New Study Shows That Hydroxychloroquine Saves Lives - Reedx
https://www.prnewswire.com/news-releases/new-study-shows-that-hydroxychloroquine-saves-lives-states-association-of-american-physicians--surgeons-aaps-301089425.html
======
pmiller2
How about the study instead of the press release:
[https://www.ijidonline.com/article/S1201-9712(20)30534-8/ful...](https://www.ijidonline.com/article/S1201-9712\(20\)30534-8/fulltext)

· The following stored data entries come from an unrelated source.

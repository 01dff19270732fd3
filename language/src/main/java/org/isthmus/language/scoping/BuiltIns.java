package org.isthmus.language.scoping;

import java.io.IOException;
import java.io.InputStream;
import java.util.ArrayList;
import java.util.List;
import java.util.Map;
import org.eclipse.emf.common.util.URI;
import org.eclipse.emf.ecore.resource.Resource;
import org.eclipse.emf.ecore.resource.ResourceSet;
import org.eclipse.emf.ecore.resource.impl.ResourceImpl;
import org.isthmus.language.isthmus.CatalogueEntry;
import org.isthmus.language.isthmus.IsthmusFactory;
import org.isthmus.language.isthmus.LatticeDeclaration;
import org.isthmus.language.isthmus.SourceFile;
import org.isthmus.runtime.catalogue.Catalogue;
import org.isthmus.runtime.catalogue.Entry;
import org.isthmus.runtime.catalogue.SettingEntry;

/** The catalogue and the shipped lattices as objects of a resource set, so that names link to them like to any other. */
public final class BuiltIns {
    /** Where the catalogue's objects live. */
    public static final URI CATALOGUE = URI.createURI("isthmus:/catalogue");

    /** Where the shipped lattices live. */
    public static final URI LIBRARY = URI.createURI("isthmus:/library/lattices.isth");

    /** Namespace of the shipped lattices. */
    public static final String LIBRARY_NAMESPACE = "isthmus.lattices";

    private static final String LIBRARY_FILE = "/org/isthmus/language/library/lattices.isth";
    private static final String EXPRESSION = "expression";
    private static final String SETTING = "setting";

    private BuiltIns() {}

    /** True for what no user's file declares. */
    public static boolean contains(URI uri) {
        return "isthmus".equals(uri.scheme());
    }

    /** Names that expressions may use. */
    public static List<CatalogueEntry> expressionNames(ResourceSet resources) {
        return entries(resources, EXPRESSION);
    }

    /** Settings of measurements. */
    public static List<CatalogueEntry> measurementSettings(ResourceSet resources) {
        return entries(resources, SETTING);
    }

    private static List<CatalogueEntry> entries(ResourceSet resources, String kind) {
        return catalogue(resources).getContents().stream()
                .map(CatalogueEntry.class::cast)
                .filter(entry -> entry.getCatalogue().equals(kind))
                .toList();
    }

    /** True for the objects of {@link #measurementSettings}. */
    public static boolean isSetting(CatalogueEntry entry) {
        return SETTING.equals(entry.getCatalogue());
    }

    private static Resource catalogue(ResourceSet resources) {
        synchronized (resources) {
            Resource present = resources.getResource(CATALOGUE, false);
            if (present != null) {
                return present;
            }
            Resource made = new ResourceImpl(CATALOGUE);
            for (Entry entry : Catalogue.expressionNames()) {
                made.getContents().add(object(EXPRESSION, entry));
            }
            for (Entry entry : Catalogue.settings(SettingEntry.Block.MEASUREMENT)) {
                made.getContents().add(object(SETTING, entry));
            }
            resources.getResources().add(made);
            return made;
        }
    }

    private static CatalogueEntry object(String kind, Entry entry) {
        CatalogueEntry object = IsthmusFactory.eINSTANCE.createCatalogueEntry();
        object.setCatalogue(kind);
        object.setName(entry.name());
        return object;
    }

    /** The lattices that come with the tool. */
    public static List<LatticeDeclaration> lattices(ResourceSet resources) {
        List<LatticeDeclaration> lattices = new ArrayList<>();
        for (Object content : library(resources).getContents()) {
            ((SourceFile) content)
                    .getDeclarations().stream()
                            .filter(LatticeDeclaration.class::isInstance)
                            .map(LatticeDeclaration.class::cast)
                            .forEach(lattices::add);
        }
        return lattices;
    }

    private static Resource library(ResourceSet resources) {
        synchronized (resources) {
            Resource present = resources.getResource(LIBRARY, false);
            if (present != null) {
                return present;
            }
            Resource made = resources.createResource(LIBRARY);
            try (InputStream text = BuiltIns.class.getResourceAsStream(LIBRARY_FILE)) {
                if (text == null) {
                    throw new IllegalStateException("the shipped lattices are missing: " + LIBRARY_FILE);
                }
                made.load(text, Map.of());
            } catch (IOException e) {
                throw new IllegalStateException("the shipped lattices cannot be read", e);
            }
            return made;
        }
    }
}
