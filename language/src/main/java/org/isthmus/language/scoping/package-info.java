/**
 * What names mean: files and namespaces, the members of a device's family, and behind all of them the shipped lattices and
 * the catalogue.
 *
 * <p>Start at {@link org.isthmus.language.scoping.IsthmusScopeProvider}.
 *
 * <p>Invariant: a user's own name always comes before one of the catalogue.
 */
package org.isthmus.language.scoping;
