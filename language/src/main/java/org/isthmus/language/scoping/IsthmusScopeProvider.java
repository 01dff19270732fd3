package org.isthmus.language.scoping;

import static org.isthmus.language.isthmus.IsthmusPackage.Literals.ARGUMENT__PARAMETER;
import static org.isthmus.language.isthmus.IsthmusPackage.Literals.AVERAGE__PARAMETER;
import static org.isthmus.language.isthmus.IsthmusPackage.Literals.AXIS_COORDINATE__AXIS;
import static org.isthmus.language.isthmus.IsthmusPackage.Literals.BIAS_AXIS__LEAD;
import static org.isthmus.language.isthmus.IsthmusPackage.Literals.HOPPING_DECLARATION__SOURCE;
import static org.isthmus.language.isthmus.IsthmusPackage.Literals.HOPPING_DECLARATION__TARGET;
import static org.isthmus.language.isthmus.IsthmusPackage.Literals.MEASUREMENT_SETTING__TARGET;
import static org.isthmus.language.isthmus.IsthmusPackage.Literals.OVERLAP_DECLARATION__SOURCE;
import static org.isthmus.language.isthmus.IsthmusPackage.Literals.OVERLAP_DECLARATION__TARGET;
import static org.isthmus.language.isthmus.IsthmusPackage.Literals.PARAMETER_OVERRIDE__PARAMETER;
import static org.isthmus.language.isthmus.IsthmusPackage.Literals.REFERENCE__TARGET;
import static org.isthmus.language.isthmus.IsthmusPackage.Literals.REMOVAL__MEMBER;
import static org.isthmus.language.isthmus.IsthmusPackage.Literals.SWEEP_AXIS__PARAMETER;

import java.util.ArrayList;
import java.util.List;
import org.eclipse.emf.ecore.EObject;
import org.eclipse.emf.ecore.EReference;
import org.eclipse.xtext.EcoreUtil2;
import org.eclipse.xtext.naming.QualifiedName;
import org.eclipse.xtext.resource.EObjectDescription;
import org.eclipse.xtext.resource.IEObjectDescription;
import org.eclipse.xtext.scoping.IScope;
import org.eclipse.xtext.scoping.impl.SimpleScope;
import org.isthmus.language.isthmus.Argument;
import org.isthmus.language.isthmus.CatalogueEntry;
import org.isthmus.language.isthmus.Constant;
import org.isthmus.language.isthmus.Declaration;
import org.isthmus.language.isthmus.DeviceDeclaration;
import org.isthmus.language.isthmus.HeaderParameter;
import org.isthmus.language.isthmus.LatticeDeclaration;
import org.isthmus.language.isthmus.LatticeMember;
import org.isthmus.language.isthmus.LatticeUse;
import org.isthmus.language.isthmus.MeasurementDeclaration;
import org.isthmus.language.isthmus.Removal;
import org.isthmus.language.isthmus.SiteDeclaration;
import org.isthmus.language.isthmus.VectorDeclaration;
import org.isthmus.language.structure.DeviceStructure;

/** Names inside lattices, devices and measurements; everything else is a matter of files and namespaces. */
public class IsthmusScopeProvider extends AbstractIsthmusScopeProvider {
    @Override
    public IScope getScope(EObject context, EReference reference) {
        if (reference == REFERENCE__TARGET) {
            return new SimpleScope(
                    super.getScope(EcoreUtil2.getRootContainer(context), reference), named(values(context)));
        }
        if (reference == HOPPING_DECLARATION__SOURCE
                || reference == HOPPING_DECLARATION__TARGET
                || reference == OVERLAP_DECLARATION__SOURCE
                || reference == OVERLAP_DECLARATION__TARGET) {
            return only(sites(EcoreUtil2.getContainerOfType(context, LatticeDeclaration.class)));
        }
        if (reference == ARGUMENT__PARAMETER) {
            return only(headerParameters(context));
        }
        if (reference == PARAMETER_OVERRIDE__PARAMETER) {
            return only(inherited(context).map(DeviceStructure::parameters).orElse(List.of()));
        }
        if (reference == REMOVAL__MEMBER) {
            return only(removable(context));
        }
        if (reference == BIAS_AXIS__LEAD) {
            return only(measured(context).map(DeviceStructure::leads).orElse(List.of()));
        }
        if (reference == SWEEP_AXIS__PARAMETER || reference == AVERAGE__PARAMETER) {
            return only(measured(context).map(DeviceStructure::parameters).orElse(List.of()));
        }
        if (reference == MEASUREMENT_SETTING__TARGET) {
            return new SimpleScope(
                    only(measured(context).map(DeviceStructure::parameters).orElse(List.of())),
                    named(settings(context)));
        }
        if (reference == AXIS_COORDINATE__AXIS) {
            List<Declaration> axes = new ArrayList<>();
            measured(context).ifPresent(structure -> {
                axes.addAll(structure.parameters());
                axes.addAll(structure.leads());
            });
            return new SimpleScope(only(axes), named(settings(context)));
        }
        return super.getScope(context, reference);
    }

    /**
     * What an expression may name besides the declarations of files. The defaults in a lattice's header do not see the
     * header: {@code alpha = 0 eV*m} means metres there, though the header has a mass {@code m}.
     */
    private static List<? extends Declaration> values(EObject context) {
        if (EcoreUtil2.getContainerOfType(context, HeaderParameter.class) != null) {
            return List.of();
        }
        LatticeDeclaration lattice = EcoreUtil2.getContainerOfType(context, LatticeDeclaration.class);
        if (lattice != null) {
            List<Declaration> values = new ArrayList<>(lattice.getParameters());
            for (LatticeMember member : lattice.getMembers()) {
                if (member instanceof Constant || member instanceof VectorDeclaration) {
                    values.add((Declaration) member);
                }
            }
            return values;
        }
        DeviceDeclaration device = EcoreUtil2.getContainerOfType(context, DeviceDeclaration.class);
        if (device != null) {
            return DeviceStructure.of(device).values();
        }
        return measured(context)
                .map(structure -> {
                    List<Declaration> values = new ArrayList<>(structure.values());
                    values.addAll(structure.leads());
                    return values;
                })
                .orElse(new ArrayList<>());
    }

    private static java.util.Optional<DeviceStructure> measured(EObject context) {
        MeasurementDeclaration measurement = EcoreUtil2.getContainerOfType(context, MeasurementDeclaration.class);
        if (measurement == null
                || measurement.getDevice() == null
                || measurement.getDevice().eIsProxy()) {
            return java.util.Optional.empty();
        }
        return java.util.Optional.of(DeviceStructure.of(measurement.getDevice()));
    }

    private static java.util.Optional<DeviceStructure> inherited(EObject context) {
        DeviceDeclaration device = EcoreUtil2.getContainerOfType(context, DeviceDeclaration.class);
        return device == null ? java.util.Optional.empty() : java.util.Optional.of(DeviceStructure.of(device));
    }

    /** Members of the base with the kind that the removal names. */
    private static List<? extends Declaration> removable(EObject context) {
        Removal removal = EcoreUtil2.getContainerOfType(context, Removal.class);
        DeviceDeclaration device = EcoreUtil2.getContainerOfType(context, DeviceDeclaration.class);
        if (removal == null
                || device == null
                || device.getBase() == null
                || device.getBase().eIsProxy()) {
            return List.of();
        }
        return DeviceStructure.of(device.getBase()).namedMembers().stream()
                .filter(member -> DeviceStructure.kind(member).equals(removal.getKind()))
                .toList();
    }

    private static List<? extends Declaration> sites(LatticeDeclaration lattice) {
        return lattice == null
                ? List.of()
                : lattice.getMembers().stream()
                        .filter(SiteDeclaration.class::isInstance)
                        .map(SiteDeclaration.class::cast)
                        .toList();
    }

    private static List<? extends Declaration> headerParameters(EObject context) {
        LatticeUse use = context instanceof Argument
                ? EcoreUtil2.getContainerOfType(context, LatticeUse.class)
                : context instanceof LatticeUse direct ? direct : null;
        return use == null || use.getLattice() == null || use.getLattice().eIsProxy()
                ? List.of()
                : use.getLattice().getParameters();
    }

    private static List<CatalogueEntry> settings(EObject context) {
        return context.eResource() == null || context.eResource().getResourceSet() == null
                ? List.of()
                : BuiltIns.measurementSettings(context.eResource().getResourceSet());
    }

    private static IScope only(List<? extends Declaration> declarations) {
        return new SimpleScope(IScope.NULLSCOPE, named(declarations));
    }

    private static List<IEObjectDescription> named(List<? extends Declaration> declarations) {
        List<IEObjectDescription> descriptions = new ArrayList<>();
        for (Declaration declaration : declarations) {
            if (declaration.getName() != null) {
                descriptions.add(EObjectDescription.create(QualifiedName.create(declaration.getName()), declaration));
            }
        }
        return descriptions;
    }
}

I have to admit, the HCQ research has me all confused. First it works, then it
doesn't work, then it works with zinc and/or azithromycin? Which is it? Are
there any obvious flaws with this study, other than it not being a randomized,
double blind, controlled study?

------
shadowprofile77
I suspect that some of the negativity and unwillingness to give more credit to
the possibility that HCQ works stems from Trump having jumped the gun in
typical Trump fashion, and applauded it so early in the process of
investigation. A strong general media disfavor of anything Trump-favored could
easily spread from there and, since many scientists are also sensitive to
reputation, they too clammed up for a while, until it really did start to seem
that it helps in some cases.

Here where I live, an acquaintance of mine is a doctor in one of the region's
biggest public hospitals dedicated to COVID cases, and he and his colleagues
all use HCQ regularly for their hospitalized patients along with a few other
drugs that include ivermectin and azithromycin. He insists that they do seem
to provide therapeutic help, in his clinical experience, and more anecdotally,
this same doctor has treated two very elderly (90 years+) people I know who
got COVID and both recovered after a fairly moderate level of illness.